【徹底比較】将来スタンダードになるのは鉛蓄電池?リチウムイオン電池?
(画像=Renergy Online 編集部)
本間貴志
本間貴志
ビジネス書・実用書専門の「アスラン編集スタジオ」の編集ライターを経てフリー。2015年より秋田県に移住、テレワークによる柔軟な働き方を実践中。

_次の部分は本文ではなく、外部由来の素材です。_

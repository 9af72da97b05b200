# Copyright 2026 The teleop_eval authors
# SPDX-License-Identifier: Apache-2.0
"""The cell's mappings: what they ask for, ramps without jumps, and the evaluator's settings."""

from __future__ import annotations

import numpy as np
import pytest
from numpy.testing import assert_allclose

from teleop_eval.core import rotations
from teleop_eval.core.settings import from_parameters
from teleop_eval.resources import config_file
from teleop_eval.sources.parameter_file import load_parameters
from teleop_eval.teardown_cell import plan as names
from teleop_eval.teardown_cell.arm import BASE_LINK, HOME, TIP_LINK, arm_chain
from teleop_eval.teardown_cell.commander import Commander
from teleop_eval.teardown_cell.human_arm import SHOULDER_M, HumanArm
from teleop_eval.teardown_cell.mappings import FOLLOWS, Mirror, Reach
from teleop_eval.teardown_cell.operator_motion import OperatorMotion
from teleop_eval.teardown_cell.plan import Plan

PLAN = Plan(seconds=20.0, seed=3)


@pytest.fixture(scope='module')
def chain():
    return arm_chain(config_file('teardown_arm.urdf').read_text('utf-8'))


@pytest.fixture(scope='module')
def run(chain):
    times = np.arange(-100, 2100) / 100.0
    state = OperatorMotion(PLAN.seed, PLAN.seconds).at(np.maximum(times, 0.0))
    commander = Commander(chain, PLAN)
    commands = np.array([
        commander.command(t, joints=joints, hand=hand, orientation=turn)
        for t, joints, hand, turn in zip(
            times, state.joints, state.hand, state.orientation, strict=True)])
    return times, state, commands, commander


def test_the_command_never_jumps(run, chain):
    _, _, commands, commander = run
    speed = np.abs(np.diff(commands, axis=0)) * 100.0
    assert np.all(speed <= chain.velocity_limits)
    assert commander.limited == 0, 'the ramps are slow enough by themselves'


def test_the_command_rests_before_the_start_and_from_disengagement_to_the_switch(run):
    times, _, commands, _ = run
    assert np.all(commands[times < 0.0] == HOME)
    still = commands[(times >= PLAN.disengage_s) & (times < PLAN.switch_s)]
    assert len(still) == 100
    assert np.all(still == still[0])
    after = commands[times >= PLAN.seconds]
    assert np.all(after == after[0])


def test_mirror_is_in_force_in_the_first_engagement(run):
    times, state, commands, _ = run
    inside = (times >= PLAN.first_engagement_s) & (times < PLAN.disengage_s)
    assert_allclose(commands[inside], Mirror().joints(state.joints)[inside], atol=1e-12)


def test_reach_is_in_force_in_the_second_engagement(run, chain):
    times, state, commands, _ = run
    inside = (times >= PLAN.reengage_s) & (times < PLAN.seconds)
    pose = chain.forward(commands[inside])
    ratio = 0.9 / 0.77
    wanted = np.array([0.0, 0.0, 0.34]) + ratio * (state.hand[inside] - SHOULDER_M)
    assert_allclose(pose.positions, wanted, atol=1e-5)
    turned = rotations.angle_between(
        rotations.from_matrix(pose.rotations), state.orientation[inside])
    assert turned.max() < 1e-4


def test_a_hand_that_jumps_does_not_throw_the_arm(chain):
    commander = Commander(chain, PLAN)
    motion = OperatorMotion(1, 20.0, noise=False)
    last = HOME
    for index in range(300):
        state = motion.at([index / 100.0])
        joints = state.joints[0] + (1.5 if index >= 200 else 0.0)
        command = commander.command(index / 100.0, joints=joints, hand=state.hand[0],
                                    orientation=state.orientation[0])
        assert np.all(np.abs(command - last) * 100.0 <= chain.velocity_limits)
        last = command
    assert commander.limited > 0


def test_out_of_reach_stays_calm_and_within_limits(chain):
    reach = Reach.of(chain)
    far = SHOULDER_M + np.array([2.0, 0.0, 0.0])
    solution = reach.joints(far, [0.0, 0.0, 0.0, 1.0], HOME)
    assert np.all(np.isfinite(solution))
    assert np.all((chain.lower <= solution) & (solution <= chain.upper))


def test_the_evaluator_is_told_the_same_mappings():
    settings = from_parameters(load_parameters(config_file('teardown_cell.yaml')))
    arm = settings.arms[names.ARM_NAME]
    told = {joint: (of.source, of.sign, of.scale, of.offset)
            for joint, of in arm.mappings[names.MIRROR].joints.items()}
    assert told == {joint: (of.source, of.sign, of.scale, of.offset)
                    for joint, of in FOLLOWS.items()}
    assert (arm.mappings[names.REACH].kind, arm.mappings[names.REACH].scaling) == (
        'task_space', 'normalized')
    assert set(arm.mappings) == {names.MIRROR, names.REACH}


def test_the_evaluator_is_told_the_same_cell():
    settings = from_parameters(load_parameters(config_file('teardown_cell.yaml')))
    arm = settings.arms[names.ARM_NAME]
    assert_allclose(arm.operator.shoulder_m, SHOULDER_M)
    assert_allclose(arm.operator.arm_length_m, HumanArm().length_m)
    assert (arm.robot.base_link, arm.robot.tip_link) == (BASE_LINK, TIP_LINK)
    assert settings.session.operator == names.OPERATOR_PSEUDONYM
    topics = [arm.operator.hand_topic, arm.operator.joints_topic, arm.robot.joints_topic,
              arm.robot.description_topic, arm.command.topic, arm.engaged.topic,
              arm.active_mapping.topic]
    assert topics == [names.HAND_TOPIC, names.OPERATOR_JOINTS_TOPIC, names.JOINT_STATES_TOPIC,
                      names.DESCRIPTION_TOPIC, names.COMMAND_TOPIC, names.ENGAGED_TOPIC,
                      names.ACTIVE_MAPPING_TOPIC]
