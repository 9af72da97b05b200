# Copyright 2026 The teleop_eval authors
# SPDX-License-Identifier: Apache-2.0
"""ROS domains and foreign nodes for the tests of the teardown cell."""

from __future__ import annotations

import fcntl
import importlib.util
import os
import subprocess
import sys
import tempfile
import warnings
from collections.abc import Callable, Iterator
from pathlib import Path

import pytest

if importlib.util.find_spec('rclpy') is None:
    collect_ignore_glob = ['test_dds_*.py']
else:
    with warnings.catch_warnings():
        # A library that rclpy loads with the first message type uses a deprecated module.
        warnings.simplefilter('ignore', DeprecationWarning)
        importlib.import_module('rosidl_generator_py')

# As for the live node's tests, with the same lock files: no two tests share a domain.
FIRST_DOMAIN, LAST_DOMAIN = 20, 101

FOREIGN = """
import sys, time, rclpy
rclpy.init(domain_id=int(sys.argv[1]))
node = rclpy.create_node(sys.argv[2], namespace=sys.argv[3])
print('ready', flush=True)
while True:
    time.sleep(0.1)
"""


@pytest.fixture
def cell_domain() -> Iterator[int]:
    """Give a ROS domain that no other test, worker or test run of this machine uses now."""
    span = LAST_DOMAIN - FIRST_DOMAIN + 1
    for attempt in range(span):
        number = FIRST_DOMAIN + (os.getpid() * 13 + 40 + attempt) % span
        path = Path(tempfile.gettempdir()) / f'teleop_eval_test_domain_{number}.lock'
        with path.open('w') as lock:
            try:
                fcntl.flock(lock, fcntl.LOCK_EX | fcntl.LOCK_NB)
            except OSError:
                continue
            yield number
            return
    pytest.skip('every ROS domain for tests is in use')


@pytest.fixture
def foreign_node(cell_domain: int) -> Iterator[Callable[..., subprocess.Popen[str]]]:
    """Give a function that starts a node in another process and waits until it is there."""
    started: list[subprocess.Popen[str]] = []

    def start(name: str = 'driver', namespace: str = '/real_robot',
              discovery: str | None = 'LOCALHOST') -> subprocess.Popen[str]:
        environment = {key: value for key, value in os.environ.items()
                       if key != 'ROS_AUTOMATIC_DISCOVERY_RANGE'}
        if discovery:
            environment['ROS_AUTOMATIC_DISCOVERY_RANGE'] = discovery
        process = subprocess.Popen(
            [sys.executable, '-c', FOREIGN, str(cell_domain), name, namespace],
            env=environment, stdout=subprocess.PIPE, text=True)
        started.append(process)
        assert process.stdout is not None and process.stdout.readline() == 'ready\n'
        return process

    yield start
    for process in started:
        process.kill()
        process.wait()
        assert process.stdout is not None
        process.stdout.close()
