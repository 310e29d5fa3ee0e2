package bubblechain.toml;

import static org.assertj.core.api.Assertions.assertThat;

import java.io.IOException;
import java.nio.file.Files;
import java.nio.file.Path;
import java.util.List;
import java.util.stream.Stream;
import org.junit.jupiter.api.Test;
import org.junit.jupiter.params.ParameterizedTest;
import org.junit.jupiter.params.provider.MethodSource;
import org.junit.jupiter.params.provider.ValueSource;

/** The plain reader and the library read the same from every file the plain one takes. */
class PlainReaderTest {
    static List<Path> shippedFiles() throws IOException {
        try (Stream<Path> kernels = Files.walk(Path.of("kernels"));
                Stream<Path> series = Files.walk(Path.of("reference-values/series"))) {
            return Stream.concat(kernels, series)
                    .filter(p -> p.toString().endsWith(".toml"))
                    .toList();
        }
    }

    @ParameterizedTest
    @MethodSource("shippedFiles")
    void shippedFilesArePlainAndReadAlike(Path file) throws IOException {
        String text = Files.readString(file);
        assertThat(PlainReader.read(text)).as("read without the library").isPresent();
        assertThat(PlainReader.read(text).orElseThrow()).isEqualTo(GeneralReader.read(text, file.toString()));
    }

    @Test
    void thereAreShippedFiles() throws IOException {
        assertThat(shippedFiles()).hasSizeGreaterThan(8);
    }

    @ParameterizedTest
    @ValueSource(
            strings = {
                "", "a = \"x\"", "a=\"\"", "# only a comment", "a = \"x\" # after\nb = [\"y\", # in\n \"z\",\n]\n",
                "[t]\nk = \"v\"\n[t.u]\nw = \"x\"\n", "[[c]]\nn = \"1\"\n[[c]]\nn = \"2\"\n[d]\n",
                "t = \"\"\"\nfirst\nsecond\"\"\"\nn = \"x\"\n", "t = \"\"\"one\"\"\"", "e = []", "a = \"\u00e9\"",
            })
    void plainTextsAreReadAlike(String text) {
        assertThat(PlainReader.read(text)).isPresent();
        assertThat(PlainReader.read(text).orElseThrow()).isEqualTo(GeneralReader.read(text, "text"));
    }

    @ParameterizedTest
    @ValueSource(
            strings = {
                "a = 1", "a = true", "a = 'x'", "a = \"\\n\"", "a.b = \"x\"", "\"a\" = \"x\"", "a = {b = \"x\"}",
                "a = \"x\"\na = \"y\"", "[t]\n[t]", "[[t]]\n[t]", "a = \"x\"\n[a]", "a = \"x\" b = \"y\"", "a = \"x",
                "a = [\"x\" \"y\"]", "a = [1]", "a = \"\"\"x", "a = \"x\ny\"", "= \"x\"", "a \"x\"", "[t", "[a.b]\n[[a]]",
                "[a]\n[a.b]\n[a]", "a = \"x\"\r\n", "\u0410 = \"x\"", "a = \"\"\"x\"\"\"\"", "a = \"\u0001\"",
            })
    void everythingElseIsLeftToTheLibrary(String text) {
        assertThat(PlainReader.read(text)).isEmpty();
    }
}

蓄電池は、太陽光発電や電気自動車(EV)など、成長が見込まれる分野に大きな影響を与える技術です。2020年時点の蓄電池市場では「鉛蓄電池」と「リチウムイオン電池」が広く利用されていますが、将来的にスタンダードになるのはどちらでしょうか。徹底比較します。

目次

  1. 蓄電池の進化が重要なのは、再エネとEVの分野
    1. 「太陽光発電」で蓄電池が重要な理由
    2. 「電気自動車(EV)」に蓄電池が重要な理由
  2. 鉛蓄電池とリチウムイオン電池のメリット・デメリット
  3. 太陽光発電では、リチウムイオン電池と鉛蓄電池が混在
  4. これから先、蓄電池市場で考えられる3つのシナリオ
    1. シナリオ1:電力貯蔵用は鉛電池、EVはリチウムイオン電池が主流
    2. シナリオ2:リチウムイオン電池がEVと電力貯蔵用の両方で主流
    3. シナリオ3:新たな技術「ナトリウムイオン電池」が台頭
  5. 古河電池でリチウムイオン電池事業を承継する計画も
  6. 「鉛蓄電池」と「リチウムイオン電池」に関するよくある質問
    1. Q.蓄電池とはなんでしょうか?
    2. Q.「太陽光発電」で蓄電池が重要な理由は?
    3. Q.「電気自動車(EV)」に蓄電池が重要な理由

蓄電池の進化が重要なのは、再エネとEVの分野

蓄電池とは、充電して電気を貯めれば繰り返し使える電池のことです。身近なものだとスマホのバッテリーやモバイルバッテリーなども蓄電池の一種といえるでしょう。蓄電池の技術革新は著しく、性能アップやコンパクト化、コストダウンが進んでいますが、大きな恩恵を受けるのは「再生可能エネルギー電源(太陽光発電)」と「電気自動車(EV)」の分野です。

「太陽光発電」で蓄電池が重要な理由

太陽光発電の普及をさらに拡大するには、高性能かつローコストの電力貯蔵用の蓄電池が必須です。蓄電池が進化することで太陽光発電の利便性や自由度が高まります。しかし太陽光発電は、天候によって発電量が左右されやすい傾向です。太陽光発電設備に電力貯蔵用の蓄電池を併用することで、需要以上の発電をしたときに電気をためておくことができます。

また、ピークシフトができたり停電が発生したときの非常用電源として使うことも可能です。これによりFIT(固定価格買取制度)期間後の太陽光発電の可能性も大きく広がるでしょう。